— What you should do —
In your answer, transcribe all of the data exactly.

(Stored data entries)
⟨

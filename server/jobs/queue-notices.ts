import { reminderDay } from '#shared/notices/due'
import type { CalendarDay } from '#shared/time/day'
import { write, type Tx } from '../db/open.ts'
import type { Deps } from '../deps.ts'
import { queueDigests } from '../services/notices-digest.ts'
import { queueLoanReminders } from '../services/notices-loans.ts'
import { queueYeastNotices } from '../services/yeast/notices.ts'

type Source = (tx: Tx, deps: Deps, on: CalendarDay) => string[]
const SOURCES: Source[] = [queueLoanReminders, queueYeastNotices, queueDigests]

/** Queues what has come due by the clock and gives back the ids of the letters. Running it again adds nothing. */
export function queueNotices(deps: Deps): string[] {
  const on = reminderDay(deps.clock.now(), deps.clock.timeZone)
  return write(deps.db, (tx) => SOURCES.flatMap((source) => source(tx, deps, on)))
}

⟩

— Written answer —
filename server/jobs/queue-notices.ts
import { reminderDay } from '#shared/notices/due'
import type { CalendarDay } from '#shared/time/day'
import { write, type Tx } from '../db/open.ts'
import type { Deps } from '../deps.ts'
import { queueDigests } from '../services/notices-digest.ts'
import { queueLoanReminders } from '../services/notices-loans.ts'
import { queueYeastNotices } from '../services/yeast/notices.ts'

type Source = (tx: Tx, deps: Deps, on: CalendarDay) => string[]
const SOURCES: Source[] = [queueLoanReminders, queueYeastNotices, queueDigests]

/** Queues what has come due by the clock and gives back the ids of the letters. Running it again adds nothing. */
export function queueNotices(deps: Deps): string[] {
  const on = reminderDay(deps.clock.now(), deps.clock.timeZone)
  return write(deps.db, (tx) => SOURCES.flatMap((source) => source(tx, deps, on)))
}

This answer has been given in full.